What have been your cultural highlights/discoveries of the year?

This year I have watched thousands of hours of great storytelling on Netflix and other streaming services, amazing performances from the Met and Paris Philharmonie and bold personal initiatives by many artists. A friend showed me this Earthrise by American poetess Amanda Gorman, from 2018. It’s difficult to predict what kind of new artistic forms will emerge, but I’m sure that this kind of profound and charismatic authenticity, supported by mature artistic forms, will secure art (and culture in general) a strong relevance.

What is the most important thing you've learnt?

Living almost exclusively in France for the last nine months, I have learnt to write exit permits! I haven't learned not to find it profoundly sad to have a democratic government that is unable to trust its citizens to behave properly for their own survival.

Bethan Davies

What has been your favourite online musical event and why?

I absolutely loved Elena Urioste’s YouTube #UriPosteJukeBox. It was so imaginative and different.

What is the most important thing you’ve learnt?

I’ve learnt to not be too hard on myself or others. Everyone has to do what feels right for them. Just getting up, dressed and getting anything done is an achievement! It’s been important to stay positive and appreciate how lucky I am – things could be an awful lot worse.

Rachel van Walsum

What have been your cultural highlights/discoveries of the year?

I discovered the Hepworth Museum in Wakefield and Jupiter Artland in Edinburgh – both inspiring visual arts venues. It was a highlight to see the Ralf Pleger, Alexander Polzin and Fernando Melo production of Tristan und Isolde come together on a different stage in Bologna. The Elias Quartet’s concert of Purcell and Beethoven Op.127 at the end of September in Snape Maltings Concert Hall was their first concert with an audience since the start of the Pandemic and was an extremely emotional one for both them and the audience.

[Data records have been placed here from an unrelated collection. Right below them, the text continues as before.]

impl WindStats {
    /// Statistics started at `now` (stale time counts from here).
    ///
    /// # Errors
    /// As [`WindConfig::validate`].
    pub fn new(config: WindConfig, now: Millis) -> Result<Self, Error> {
        config.validate()?;
        Ok(WindStats {
            config,
            height_factor: config.height_factor()?,
            start: now,
            first_sample: None,
            last_sample: None,
            newest_fine: None,
            fine: [FineBin {
                id: u64::MAX,
                ..FineBin::default()
            }; FINE_BINS],
            coarse: [CoarseBin::empty(u64::MAX); COARSE_BINS],
            latest_gust_mps: None,
            speed: Channel::new(now),
            direction: Channel::new(now),
            limits: FaultLimits::of(&config),
        })
    }

    /// The configuration in use.
    #[must_use]
    pub fn config(&self) -> &WindConfig {
        &self.config
    }

    /// The height factor applied to every speed (anemometer → rig).
    #[must_use]
    pub fn height_factor(&self) -> f32 {
        self.height_factor
    }

    /// Feeds one sample taken at `now`: speed at the anemometer in m/s and,
    /// if the source has one, the direction the wind blows *from* in radians
    /// from north clockwise, 0 to 2π.
    ///
    /// # Errors
    /// The rejected part and the reason: [`Fault::TimeReversed`] (whole
    /// sample dropped), [`Fault::NotFinite`] or [`Fault::OutOfRange`] of the
    /// speed (whole sample dropped) or of the direction (the speed is still
    /// used, the direction dropped).
    pub fn push(
        &mut self,
        now: Millis,
        speed_mps: f32,
        from_rad: Option<f32>,
    ) -> Result<(), Fault> {
        if self.last_sample.is_some_and(|t| now < t) {
            return Err(Fault::TimeReversed {
                sensor: Sensor::WindSpeed,
            });
        }
        self.last_sample = Some(now);
        let speed = match check_speed(speed_mps, &self.config) {
            Ok(s) => s,
            Err(f) => {
                self.speed.reject(now, f);
                return Err(f);
            }
        };
        self.speed.accept(now, speed, speed > 0.0);
        let calm = speed < self.config.calm_below_mps;
        let dir = match from_rad.map(check_direction) {
            Some(Ok(d)) => {
                self.direction.accept(now, d, !calm);
                Ok(Some(d))
            }
            Some(Err(f)) => {
                self.direction.reject(now, f);
                Err(f)
            }
            None => Ok(None),
        };
        self.add(now, speed * self.height_factor, calm, dir.unwrap_or(None));
        dir.map(|_| ())
    }

    fn add(&mut self, now: Millis, v_mps: f32, calm: bool, from_rad: Option<f32>) {
        if self.first_sample.is_none() {
            self.first_sample = Some(now);
        }
        let b = now.0 / FINE_BIN_MS;
        if let Some(c) = self.newest_fine {
            if b > c {
                // Close the boundaries after bins c ..= b−1 (at most 12 can
                // still hold data in their window).
                let last = (b - 1).min(c.saturating_add(11));
                let mut k = c;
                while k <= last {
                    if let Some(m) = self.fine_mean_ending(k) {
                        self.record_gust(k, m);
                    }
                    k = k.saturating_add(1);
                }
            }
        }
        if self.newest_fine.is_none_or(|c| b >= c) {
            self.newest_fine = Some(b);
        }
        if let Some(f) = self.fine.get_mut(slot(b, FINE_BINS)) {
            if f.id != b {
                *f = FineBin {
                    id: b,
                    sum_mps: 0.0,
                    count: 0,
                };
            }
            f.sum_mps += v_mps;
            f.count = f.count.saturating_add(1);
        }
        let cb = self.coarse_mut(now.0 / COARSE_BIN_MS);
        if let Some(cb) = cb {
            cb.sum_mps += v_mps;
            cb.count = cb.count.saturating_add(1);
            if calm {
                cb.calm_count = cb.calm_count.saturating_add(1);
            } else if let Some(d) = from_rad {
                cb.dir_sin += math::sin(d);
                cb.dir_cos += math::cos(d);
                cb.dir_count = cb.dir_count.saturating_add(1);
            }
        }
    }

    /// The coarse bin of absolute number `id`, emptied first if its slot
    /// held an older bin.
    fn coarse_mut(&mut self, id: u64) -> Option<&mut CoarseBin> {
        let cb = self.coarse.get_mut(slot(id, COARSE_BINS))?;
        if cb.id != id {
            *cb = CoarseBin::empty(id);
        }
        Some(cb)
    }

    /// Mean of the samples in fine bins k−11 ..= k, if the record already
    /// spans the whole window and the window holds a sample.
    fn fine_mean_ending(&self, k: u64) -> Option<f32> {
        let first = self.first_sample?.0 / FINE_BIN_MS;
        let n = u64::try_from(FINE_BINS).unwrap_or(12);
        if k < first.saturating_add(n - 1) {
            return None;
        }
        let lo = k.saturating_add(1).saturating_sub(n);
        let (sum, count) = self
            .fine
            .iter()
            .filter(|f| f.id >= lo && f.id <= k)
            .fold((0.0_f32, 0_u32), |(s, c), f| {
                (s + f.sum_mps, c.saturating_add(f.count))
            });
        (count > 0).then(|| sum / count_f32(count))
    }

    fn record_gust(&mut self, k: u64, m: f32) {
        self.latest_gust_mps = Some(m);
        if let Some(cb) = self.coarse_mut(k.saturating_mul(FINE_BIN_MS) / COARSE_BIN_MS) {
            if m > cb.gust_max_mps {
                cb.gust_max_mps = m;
            }
        }
    }

    /// Coarse bins within the last `n` bins up to and including the one
    /// containing `now`.
    fn recent(&self, now: Millis, n: u64) -> impl Iterator<Item = &CoarseBin> {
        let cur = now.0 / COARSE_BIN_MS;
        let lo = cur.saturating_add(1).saturating_sub(n);
        self.coarse
            .iter()
            .filter(move |b| b.id >= lo && b.id <= cur)
    }

    /// The latest 3-s running mean at rig height as of `now`, m/s: the
    /// same value as [`WindReport::gust_3s_mps`] of [`WindStats::report`]
    /// at `now`, without the rest of the report (a dozen bins summed
    /// instead of the peak, mean and direction windows). `None` with no
    /// sample in the last 3 s or before 3 s of record.
    #[must_use]
    pub fn gust_3s_mps(&self, now: Millis) -> Option<f32> {
        let now_bin = now.0 / FINE_BIN_MS;
        match self.newest_fine {
            Some(c) if now_bin >= c => self.fine_mean_ending(now_bin),
            _ => None,
        }
    }

    /// The statistics as of `now` (normally the time of the latest sample).
    #[must_use]
    pub fn report(&self, now: Millis) -> WindReport {
        // 3-s means at the boundaries not yet closed by a later sample.
        let now_bin = now.0 / FINE_BIN_MS;
        let mut gust_now = None;
        let mut open_peak: Option<f32> = None;
        if let Some(c) = self.newest_fine {
            let last = now_bin.min(c.saturating_add(11));
            let mut k = c;
            while k <= last {
                if let Some(m) = self.fine_mean_ending(k) {
                    open_peak = Some(open_peak.map_or(m, |p| p.max(m)));
                }
                k = k.saturating_add(1);
            }
            if now_bin >= c {
                gust_now = self.fine_mean_ending(now_bin);
            }
        }
        let peak_n = coarse_bins_for(self.config.peak_window_s);
        let closed_peak = self
            .recent(now, peak_n)
            .map(|b| b.gust_max_mps)
            .filter(|g| *g >= 0.0)
            .fold(None, |acc: Option<f32>, g| {
                Some(acc.map_or(g, |a| a.max(g)))
            });
        let peak = match (closed_peak, open_peak) {
            (Some(a), Some(b)) => Some(a.max(b)),
            (a, b) => a.or(b),
        };
        let mean_n = MEAN_WINDOW_MS / COARSE_BIN_MS;
        let (sum, count) = self
            .recent(now, mean_n)
            .fold((0.0_f32, 0_u32), |(s, c), b| {
                (s + b.sum_mps, c.saturating_add(b.count))
            });
        let mean = (count > 0).then(|| sum / count_f32(count));
        let mean_span_s = self
            .first_sample
            .map_or(0.0, |f| ms_to_s(now.since(f).min(MEAN_WINDOW_MS)));
        let gust_factor = match (peak, mean) {
            (Some(p), Some(m)) if m >= self.config.calm_below_mps && m > 0.0 => Some(p / m),
            _ => None,
        };
        WindReport {
            gust_3s_mps: gust_now,
            peak_gust_mps: peak,
            mean_10min_mps: mean,
            mean_span_s,
            gust_factor,
            direction: self.direction_summary(now),
            basis: GustBasis::Measured,
        }
    }

    fn direction_summary(&self, now: Millis) -> WindDirection {
        let n = coarse_bins_for(self.config.direction_window_s);
        let (mut count, mut calm, mut dn) = (0_u32, 0_u32, 0_u32);
        let (mut s, mut c) = (0.0_f32, 0.0_f32);
        for b in self.recent(now, n) {
            count = count.saturating_add(b.count);
            calm = calm.saturating_add(b.calm_count);
            dn = dn.saturating_add(b.dir_count);
            s += b.dir_sin;
            c += b.dir_cos;
        }
        if count == 0 {
            return WindDirection::NoData;
        }
        if calm.saturating_mul(2) > count {
            return WindDirection::Calm;
        }
        if dn == 0 {
            return WindDirection::Unknown;
        }
        let (from_rad, spread_rad, resultant_length) = circular_stats(s, c, dn);
        if spread_rad > self.config.variable_spread_rad {
            WindDirection::Variable {
                from_rad,
                spread_rad,
                resultant_length,
            }
        } else {
            WindDirection::Defined {
                from_rad,
                spread_rad,
                resultant_length,
            }
        }
    }

    /// The faults active at `now`: rejected latest samples, stale or stuck
    /// speed and direction channels.
    #[must_use]
    pub fn faults(&self, now: Millis) -> FaultSet {
        let mut set = FaultSet::new();
        self.faults_into(now, &mut set);
        set
    }

    /// Adds the faults of [`WindStats::faults`] to `set` (no set built and
    /// copied on every step).
    pub(crate) fn faults_into(&self, now: Millis, set: &mut FaultSet) {
        let c = &self.config;
        let l = self.limits;
        self.speed
            .faults(set, Sensor::WindSpeed, now, self.start, l);
        if c.expect_direction {
            self.direction
                .faults(set, Sensor::WindDirection, now, self.start, l);
        } else if let Some(f) = self.direction.rejection {
            set.push(f);
        }
    }
}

What has been your favourite online musical experience?

World HeartBeat Music Academy’s online concert in November was an hour-long concert of jazz, classical music given by the students. It was an all-student affair, with students even behind the cameras – an impressive first online concert that served as an example for us all.

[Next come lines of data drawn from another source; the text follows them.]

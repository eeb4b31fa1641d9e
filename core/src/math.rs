//! The 3-vector [`Vec3`], angle conversions ([`deg_to_rad`], [`rad_to_deg`],
//! [`wrap_pi`], [`wrap_tau`]), [`clamp`], the square root the crate computes
//! with ([`sqrt`]) and the constants its interfaces use. These are the public
//! part of the module; the transcendental functions behind them are the
//! crate's own.
//!
//! **The math back end is chosen by the final binary.** Every transcendental
//! function the crate uses goes through this module. By default they are
//! `libm`'s (always a dependency) and this module's own exact routines. The
//! fast approximations of `micromath` replace all of them at once only when
//! both hold:
//! - the `micromath` feature of this crate is on (it makes them available;
//!   any crate in the dependency graph may turn it on), and
//! - the final binary sets `--cfg standfast_fast_math` in its compiler flags,
//!   for example in its `.cargo/config.toml`:
//!   `[build] rustflags = ["--cfg", "standfast_fast_math"]` (or
//!   `RUSTFLAGS="--cfg standfast_fast_math"`).
//!
//! So a library that depends on this crate cannot move the numbers of the
//! binary that links it: with the feature on and the flag unset the results
//! are bit for bit the default ones (`tests/tests/checks/backends.rs`). The
//! flag without the feature is a compile error. [`FAST_MATH`] tells which
//! back end a build has. Angles are radians everywhere.
//!
//! **Single precision only.** On a Cortex-M4F the FPU does `f32` only, and any
//! `f64` operation is a software routine of hundreds of instructions. Under
//! `libm`, three functions are therefore this module's own `f32` code rather
//! than libm's (whose `sinf`, `cosf` and `hypotf` compute in `f64`): `sin`,
//! `cos` and `hypot`; every other function is libm's `f32` routine, which
//! uses no `f64`. [`sqrt`] is the FPU's `vsqrt.f32` on targets with a
//! hardware-float ABI (`target_abi = "eabihf"`) and libm's `sqrtf` elsewhere:
//! both are IEEE 754 square roots, correctly rounded, so the results are the
//! same bits and a host replay still matches the firmware's exactly. The same
//! `f32` code runs on every target, so `sin`, `cos` and `hypot` give the
//! same bits on the host and on the board too. `firmware-example/ci.sh` checks
//! the firmware's disassembly for software double-precision routines.

#[cfg(all(standfast_fast_math, not(feature = "micromath")))]
compile_error!(
    "`--cfg standfast_fast_math` selects micromath's approximations: enable standfast's \
     `micromath` feature too"
);

#[cfg(all(feature = "micromath", standfast_fast_math))]
#[allow(unused_imports)]
use micromath::F32Ext as _;

/// True when this build computes with `micromath`'s fast approximations
/// (feature `micromath` on and `--cfg standfast_fast_math` set by the final
/// binary; see the module docs); false for the default, exact back end.
pub const FAST_MATH: bool = cfg!(all(feature = "micromath", standfast_fast_math));

/// π as `f32`.
pub const PI: f32 = core::f32::consts::PI;
/// 2π as `f32`.
pub const TAU: f32 = core::f32::consts::TAU;
/// Standard acceleration of gravity g₀ in m/s² (ISO 80000-3, ISO 2533).
#[allow(clippy::cast_possible_truncation)] // 9.806 65 rounded to f32, at compile time
pub const STANDARD_GRAVITY_MPS2: f32 = STANDARD_GRAVITY_MPS2_F64 as f32;
/// Standard acceleration of gravity g₀ in m/s² (ISO 80000-3, ISO 2533),
/// exact in `f64`: the one definition of the constant, for hosts that
/// convert units in `f64` (a compile-time value: the crate computes with
/// [`STANDARD_GRAVITY_MPS2`] only).
pub const STANDARD_GRAVITY_MPS2_F64: f64 = 9.806_65;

What is the most important thing you have learnt?

We’ve all learnt the importance of resilience, the ability to stay focussed and calm, and above all not to get stuck in the moment. We’ve also had to be flexible and open minded. We will get through this and come out stronger and tougher. Colleagues in every direction – staff and promoters – have repeatedly shown how brilliant they are.

What cultural event are you looking forward to next year?

Anything where I can be a member of the audience – I’m feeling starved of live music! I'm looking forward specifically to Kazushi Ono’s Die Meistersinger and Super Angels (children’s virtual reality opera) at New National Theatre Tokyo, all taking place during around the time of the Tokyo Olympics; Ilan Volkov conducting a new creation in Aix – L’Apocalypse Arabe by Samir Odeh-Tamimis and directed by Pierre Audi; and travelling to Tasmania to hear Eivind Aadland work with his new orchestra, the Tasmanian Symphony Orchestra.

Ariane Todes

What has been your favourite online musical experience?

One of the few good things to come out of this crisis is that my favourite band, Bellowhead, reformed for a one-off online concert. Apart from the joy of seeing them together again, it was brilliantly filmed and edited. I was quite happy to pay £22 for a 30-day pass to the concert, which offers some hope that others will also pay for online experiences that they care about.

I was also so impressed by Elena Urioste’s amazing feat of creativity and discipline with her 88 daily #UriPosteJukebox videos with Tom Poster, and Lawrence Power’s Lockdown Commissions, which broke new ground both musically and visually.

What is the most important thing you’ve learnt?

During Lockdown I’ve enjoyed long walks in nature, listening to symphonies – especially Sibelius, Brahms and Elgar – which has added two whole new sensory layers to my experience of music.